Task to complete: Keep only the lines from the top of the listing through the one with "new cuts in", and reproduce them unaltered.

Data shown:
impl Scratch {
    /// Scratch for a tether of `bays` bays and `ribbons` ribbons, with repair state if needed.
    pub fn new(bays: usize, ribbons: usize, plan: Option<(&RepairPlan, f64)>) -> Self {
        Scratch {
            slot_of_bay: vec![UNTOUCHED; bays],
            touched: Vec::with_capacity(64),
            worst_hole_m: Vec::with_capacity(64 * ribbons),
            intact: Vec::with_capacity(64 * ribbons),
            cuts_in_bay: Vec::with_capacity(64),
            cut_times: Vec::with_capacity(64 * ribbons),
            fleet: plan.map(|(p, mission)| Fleet::new(p, mission)),
            ..Default::default()
        }
    }

    pub(crate) fn reset(&mut self) {
        for &b in &self.touched {
            self.slot_of_bay[b as usize] = UNTOUCHED;
        }
        self.touched.clear();
        self.worst_hole_m.clear();
        self.intact.clear();
        self.cuts_in_bay.clear();
        self.cut_times.clear();
        self.bays_with_cuts = 0;
        self.damaged.clear();
        self.cut_since_s = 0.0;
        self.cut_time_acc_s = 0.0;
        self.max_cuts = 0;
    }

    pub(crate) fn slot(&mut self, bay: u32, ribbons: usize) -> usize {
        let s = self.slot_of_bay[bay as usize];
        if s != UNTOUCHED {
            return s as usize;
        }
        let s = self.touched.len();
        self.touched.push(bay);
        self.slot_of_bay[bay as usize] = s as u32;
        self.worst_hole_m.extend(std::iter::repeat_n(0.0, ribbons));
        self.intact.extend(std::iter::repeat_n(true, ribbons));
        self.cut_times.extend(std::iter::repeat_n(0.0, ribbons));
        self.cuts_in_bay.push(0);
        s
    }

    pub(crate) fn note_max_cuts(&mut self, cuts: u32) {
        self.max_cuts = self.max_cuts.max(cuts);
    }

    fn damaged_rate(&self) -> f64 {
        self.damaged.iter().map(|d| d.1).sum()
    }

    fn cuts_in(&self, bay: u32) -> u32 {
        match self.slot_of_bay[bay as usize] {
            UNTOUCHED => 0,
            s => self.cuts_in_bay[s as usize],
        }
    }

    /// Record `newly` new cuts in the bay of `slot` at `t`.
    fn add_cuts(&mut self, slot: usize, ribbons: usize, newly: u32, t: f64, bay_rate_s: f64) {
        let before = self.cuts_in_bay[slot];
        for k in 0..newly {
            let i = (before + k) as usize;
            if i < ribbons {
                self.cut_times[slot * ribbons + i] = t;
            }
        }
        self.cuts_in_bay[slot] = before + newly;
        self.max_cuts = self.max_cuts.max(self.cuts_in_bay[slot]);
        if before == 0 {
            if self.bays_with_cuts == 0 {
                self.cut_since_s = t;
            }
            self.bays_with_cuts += 1;
            self.damaged.push((self.touched[slot], bay_rate_s));
        }
    }
}

/// The rare-event change of measure inside one history: strikes on bays that already have a cut
/// are made `theta` times as frequent by an extra Poisson process of rate (theta - 1) x (strike
/// rate of the damaged bays), and the history carries the likelihood ratio
/// theta^-(strikes on damaged bays) x exp((theta - 1) x integral of that rate over time)
/// (failure biasing by rate inflation; Heidelberger 1995, ACM TOMACS 5, 43).
struct Bias {
    theta: f64,
    ln_theta: f64,
    log_w: f64,
    rate_s: f64,
    t_last: f64,
    next_extra_s: f64,
    rng: rand_pcg::Pcg64Mcg,
}

impl Bias {
    fn new(theta: f64, rng: rand_pcg::Pcg64Mcg) -> Self {
        Bias {
            theta,
            ln_theta: theta.ln(),
            log_w: 0.0,
            rate_s: 0.0,
            t_last: 0.0,
            next_extra_s: f64::INFINITY,
            rng,
        }
    }

    fn active(&self) -> bool {
        self.theta > 1.0
    }

    /// The damaged set changed at `t` (or an extra strike was used): close the compensator
    /// integral at the old rate and draw the next extra strike at the new one.
    fn changed(&mut self, t: f64, damaged_rate_s: f64) {
        if !self.active() {
            return;
        }
        self.log_w += (self.theta - 1.0) * self.rate_s * (t - self.t_last);
        self.t_last = t;
        self.rate_s = damaged_rate_s;
        let extra = (self.theta - 1.0) * damaged_rate_s;
        self.next_extra_s = if extra > 0.0 {
            t - super::sampler::open01(&mut self.rng).ln() / extra
        } else {
            f64::INFINITY
        };
    }

    /// A damaged bay chosen in proportion to its strike rate.
    fn pick_damaged(&mut self, damaged: &[(u32, f64)]) -> usize {
        let total: f64 = damaged.iter().map(|d| d.1).sum();
        let mut x = super::sampler::unit(&mut self.rng) * total;
        for &(b, r) in damaged {
            if x < r {
                return b as usize;
            }
            x -= r;
        }
        damaged.last().map_or(0, |d| d.0 as usize)
    }

    /// Likelihood ratio of the history observed until `end`.
    fn weight_at(&self, end: f64) -> f64 {
        if !self.active() {
            return 1.0;
        }
        (self.log_w + (self.theta - 1.0) * self.rate_s * (end - self.t_last)).exp()
    }
}

/// What happened in one history, beyond what went into the tally.
#[derive(Clone, Copy, Debug, PartialEq)]
pub struct HistoryOutcome {
    /// The system loss, if any.
    pub loss: Option<Loss>,
    /// Cut segments.
    pub cuts: u32,
    /// Strikes sampled.
    pub strikes: u64,
    /// Likelihood ratio of the history (1 without the rare-event estimator).
    pub weight: f64,
    /// An impossible state reached by this history (it is counted, and the run aborts past a
    /// threshold); replay it with `simulate --replay-history`.
    pub anomaly: Option<&'static str>,
}

/// Event-log entry for replaying a history.
#[derive(Clone, Copy, Debug, PartialEq)]
pub enum LogEvent {
    /// A strike and the width it removed (m, 0 for none).
    Strike {
        /// Time, s.
        time_s: f64,
        /// The strike.
        strike: Strike,
        /// Width removed, m.
        removed_m: f64,
    },
    /// Segments cut by that strike (including cascade).
    Cut {
        /// Time, s.
        time_s: f64,
        /// Bay.
        bay: u32,
        /// Newly cut segments.
        newly_cut: u32,
        /// Survivors left in the bay.
        survivors: u32,
    },
    /// A repair event.
    Repair {
        /// Time, s.
        time_s: f64,
        /// What happened.
        kind: EventKind,
    },
    /// System loss.
    Loss(Loss),
}

impl Default for HistoryOutcome {
    fn default() -> Self {
        HistoryOutcome {
            loss: None,
            cuts: 0,
            strikes: 0,
            weight: 1.0,
            anomaly: None,
        }
    }
}
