impl Scenario {
    /// Validate a spec. `flux_table_json` is the text of the table file when the spec names one.
    pub fn from_spec(
        mut spec: ScenarioSpec,
        flux_table_json: Option<String>,
    ) -> Result<Self, ScenarioError> {
        // The old name of the synthetic constant-rate mode: still read, under its new name.
        let mut deprecations = Vec::new();
        if let Some(old) = spec.validation_mode.take() {
            if spec.synthetic_rates.is_some() {
                return Err(ScenarioError::Model {
                    path: "validation_mode".into(),
                    message: "is the old name of synthetic_rates; give only synthetic_rates".into(),
                });
            }
            spec.synthetic_rates = Some(old);
            deprecations.push("validation_mode is the old name of synthetic_rates (the synthetic constant-rate mode); it is read as synthetic_rates, rename it in the scenario".to_string());
        }
        let hash = super::scenario_hash(&spec, flux_table_json.as_deref());
        let environment = validate_environment(&spec.environment, flux_table_json)?;
        let tether = validate_tether(&spec.tether)?;
        let damage = validate_damage(&spec.damage)?;
        let repair = match &spec.repair {
            Some(r) => Some(validate_repair(r, tether.top_altitude_m)?),
            None => None,
        };
        let run = validate_run(&spec.run)?;
        let synthetic_rates = match &spec.synthetic_rates {
            Some(v) => Some(validate_synthetic_rates(v, tether.ribbon_count)?),
            None => None,
        };
        check_cross_link_combinations(&tether, repair.as_ref(), synthetic_rates.is_some())?;
        Ok(Scenario {
            spec,
            hash,
            environment,
            tether,
            damage,
            repair,
            run,
            synthetic_rates,
            deprecations,
        })
    }

    /// The scenario hash as 16 hex digits.
    pub fn hash_hex(&self) -> String {
        format!("{:016x}", self.hash)
    }
}

fn validate_environment(
    e: &EnvironmentSpec,
    flux_table_json: Option<String>,
) -> Result<EnvironmentSettings, ScenarioError> {
    if let FluxModelSpec::Builtin(name) = &e.flux_model {
        choice("environment.flux_model", name, BUILTIN_FLUX_MODELS)?;
    }
    if matches!(e.flux_model, FluxModelSpec::Table { .. }) && flux_table_json.is_none() {
        return Err(ScenarioError::Model {
            path: "environment.flux_model.table_file".into(),
            message: "a tabulated flux model needs its file; load the scenario from a file path"
                .into(),
        });
    }
    let rho = check(
        "environment.particle_density_g_per_cm3",
        e.particle_density_g_per_cm3,
        Range::closed(0.1, 10.0),
        "g/cm^3",
        "ECSS-E-ST-10-04C J.2.1.2 quotes meteoroid densities of 0.15 to 8 g/cm^3",
    )?;
    choice(
        "environment.velocity_distribution",
        &e.velocity_distribution,
        &["ecss_table_c1"],
    )?;
    let scale = check(
        "environment.flux_scale_factor",
        e.flux_scale_factor,
        Range::closed(0.0, 100.0),
        "(dimensionless)",
        "ECSS gives a flux uncertainty factor of 0.33 to 3",
    )?;
    Ok(EnvironmentSettings {
        flux_model: e.flux_model.clone(),
        flux_table_json,
        particle_density_kg_per_m3: rho * 1000.0,
        velocity_distribution: e.velocity_distribution.clone(),
        moon_focusing: e.moon_focusing,
        earth_focusing: e.earth_focusing,
        moon_shielding: e.moon_shielding,
        moon_shielding_geometry: e.moon_shielding_geometry,
        flux_scale_factor: scale,
        lunar_ejecta: validate_ejecta(&e.lunar_ejecta)?,
        mission_start_day_of_year: check(
            "environment.mission_start_day_of_year",
            e.mission_start_day_of_year,
            Range::closed(0.0, 365.25),
            "d",
            "days from 1 January",
        )?,
        meteor_streams: validate_streams(&e.meteor_streams)?,
    })
}

/// Most meteor streams a scenario may list.
pub const MAX_METEOR_STREAMS: usize = 16;
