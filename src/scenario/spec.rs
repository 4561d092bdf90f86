//! What a scenario file says: serde structs with unit-suffixed field names and no validation
//! beyond types. [`super::validate`] turns a [`ScenarioSpec`] into a checked, SI-unit
//! [`super::Scenario`].
//!
//! Every struct refuses unknown fields, so a misspelt field is an error (with the nearest valid
//! name suggested) rather than a silently ignored setting.

use std::collections::BTreeMap;

use serde::{Deserialize, Serialize};

use crate::orbit::Side;
use crate::structure::load_sharing::Arrangement;

/// A whole scenario document, one section per concern.
#[derive(Clone, Debug, Serialize, Deserialize)]
#[serde(deny_unknown_fields)]
pub struct ScenarioSpec {
    /// Short name used in reports.
    pub name: String,
    /// Free text describing the scenario.
    #[serde(default)]
    pub description: String,
    /// The meteoroid environment.
    pub environment: EnvironmentSpec,
    /// The tether design.
    pub tether: TetherSpec,
    /// How a strike turns into ribbon damage.
    #[serde(default)]
    pub damage: DamageSpec,
    /// Repair logistics; `null` means no repair.
    #[serde(default)]
    pub repair: Option<RepairSpec>,
    /// Run settings.
    pub run: RunSpec,
    /// Synthetic rates (for checking the engine against closed forms, not for design):
    /// replaces strikes by a constant cut rate per segment and repair logistics by exponential
    /// repair with a fixed number of crews per bay and no travel.
    #[serde(default, skip_serializing_if = "Option::is_none")]
    pub synthetic_rates: Option<SyntheticRatesSpec>,
    /// The old name of `synthetic_rates` (still read, with a deprecation warning; moved into
    /// `synthetic_rates` when the scenario is validated). Keep it the last field: the scenario
    /// hash's canonical form relies on it (see [`crate::scenario::scenario_hash`]).
    #[serde(default, skip_serializing_if = "Option::is_none")]
    pub validation_mode: Option<SyntheticRatesSpec>,
}

/// Synthetic rates: each bay of N ribbons becomes a repairable k-out-of-N system.
#[derive(Clone, Debug, Serialize, Deserialize, PartialEq)]
#[serde(deny_unknown_fields)]
pub struct SyntheticRatesSpec {
    /// Cut rate of each intact segment, per day.
    pub cut_rate_per_segment_per_day: f64,
    /// Repair rate of one crew, per day (0: no repair).
    pub repair_rate_per_crew_per_day: f64,
    /// Crews per bay working in parallel on that bay's cut segments.
    pub crews_per_bay: u32,
    /// Intact ribbons a bay needs to carry its load (k of k-out-of-N); fewer is a system loss.
    #[serde(default = "one_ribbon")]
    pub required_ribbons: u32,
}

fn one_ribbon() -> u32 {
    1
}

/// Which cumulative flux model to use.
#[derive(Clone, Debug, Serialize, Deserialize, PartialEq)]
#[serde(untagged)]
pub enum FluxModelSpec {
    /// A built-in model by name: `"grun1985"` or `"grun1985_tabulated"`.
    Builtin(String),
    /// A tabulated model read from a JSON file (path relative to the scenario file).
    Table {
        /// Path to the table file.
        table_file: String,
    },
}

/// The meteoroid environment section.
#[derive(Clone, Debug, Serialize, Deserialize)]
#[serde(deny_unknown_fields)]
pub struct EnvironmentSpec {
    /// Cumulative flux model.
    pub flux_model: FluxModelSpec,
    /// Meteoroid bulk density for mass <-> diameter, g/cm^3 (ECSS: 2.5 with the Grün model).
    #[serde(default = "default_particle_density")]
    pub particle_density_g_per_cm3: f64,
    /// Velocity distribution: `"ecss_table_c1"`.
    #[serde(default = "default_velocity")]
    pub velocity_distribution: String,
    /// Apply the Moon's gravitational focusing.
    #[serde(default = "yes")]
    pub moon_focusing: bool,
    /// Apply the Earth's gravitational focusing at the tether's distance from Earth.
    #[serde(default = "yes")]
    pub earth_focusing: bool,
    /// Apply the Moon's geometric shielding.
    #[serde(default = "yes")]
    pub moon_shielding: bool,
    /// Which shielding factor the ribbon gets: `ribbon_face` (default: the exact integral for a
    /// face whose normal is horizontal, 1 - (eta - sin eta cos eta)/pi) or `random_plate` (the
    /// ECSS sphere average (1 + cos eta)/2, for comparison).
    #[serde(default = "default_shielding_geometry")]
    pub moon_shielding_geometry: ShieldingGeometrySpec,
    /// Multiplier on the model flux, dimensionless (ECSS J.2.3.2: uncertainty 0.33 to 3).
    #[serde(default = "one")]
    pub flux_scale_factor: f64,
    /// Lunar secondary ejecta (a second strike source on the lowest bays).
    #[serde(default)]
    pub lunar_ejecta: LunarEjectaSpec,
    /// Day of the year on which the mission starts, d, in [0, 365.25) (default 0: 1 January).
    /// Places the meteor streams' peaks in mission time and names the months of the
    /// by-month tables.
    #[serde(default, skip_serializing_if = "is_zero")]
    pub mission_start_day_of_year: f64,
    /// Meteor streams on top of the sporadic background (default none: a constant flux).
    #[serde(default, skip_serializing_if = "Vec::is_empty")]
    pub meteor_streams: Vec<MeteorStreamSpec>,
}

Written answer:
impl Scratch {
    /// Scratch for a tether of `bays` bays and `ribbons` ribbons, with repair state if needed.
    pub fn new(bays: usize, ribbons: usize, plan: Option<(&RepairPlan, f64)>) -> Self {
        Scratch {
            slot_of_bay: vec![UNTOUCHED; bays],
            touched: Vec::with_capacity(64),
            worst_hole_m: Vec::with_capacity(64 * ribbons),
            intact: Vec::with_capacity(64 * ribbons),
            cuts_in_bay: Vec::with_capacity(64),
            cut_times: Vec::with_capacity(64 * ribbons),
            fleet: plan.map(|(p, mission)| Fleet::new(p, mission)),
            ..Default::default()
        }
    }

    pub(crate) fn reset(&mut self) {
        for &b in &self.touched {
            self.slot_of_bay[b as usize] = UNTOUCHED;
        }
        self.touched.clear();
        self.worst_hole_m.clear();
        self.intact.clear();
        self.cuts_in_bay.clear();
        self.cut_times.clear();
        self.bays_with_cuts = 0;
        self.damaged.clear();
        self.cut_since_s = 0.0;
        self.cut_time_acc_s = 0.0;
        self.max_cuts = 0;
    }

    pub(crate) fn slot(&mut self, bay: u32, ribbons: usize) -> usize {
        let s = self.slot_of_bay[bay as usize];
        if s != UNTOUCHED {
            return s as usize;
        }
        let s = self.touched.len();
        self.touched.push(bay);
        self.slot_of_bay[bay as usize] = s as u32;
        self.worst_hole_m.extend(std::iter::repeat_n(0.0, ribbons));
        self.intact.extend(std::iter::repeat_n(true, ribbons));
        self.cut_times.extend(std::iter::repeat_n(0.0, ribbons));
        self.cuts_in_bay.push(0);
        s
    }

    pub(crate) fn note_max_cuts(&mut self, cuts: u32) {
        self.max_cuts = self.max_cuts.max(cuts);
    }

    fn damaged_rate(&self) -> f64 {
        self.damaged.iter().map(|d| d.1).sum()
    }

    fn cuts_in(&self, bay: u32) -> u32 {
        match self.slot_of_bay[bay as usize] {
            UNTOUCHED => 0,
            s => self.cuts_in_bay[s as usize],
        }
    }

    /// Record `newly` new cuts in the bay of `slot` at `t`.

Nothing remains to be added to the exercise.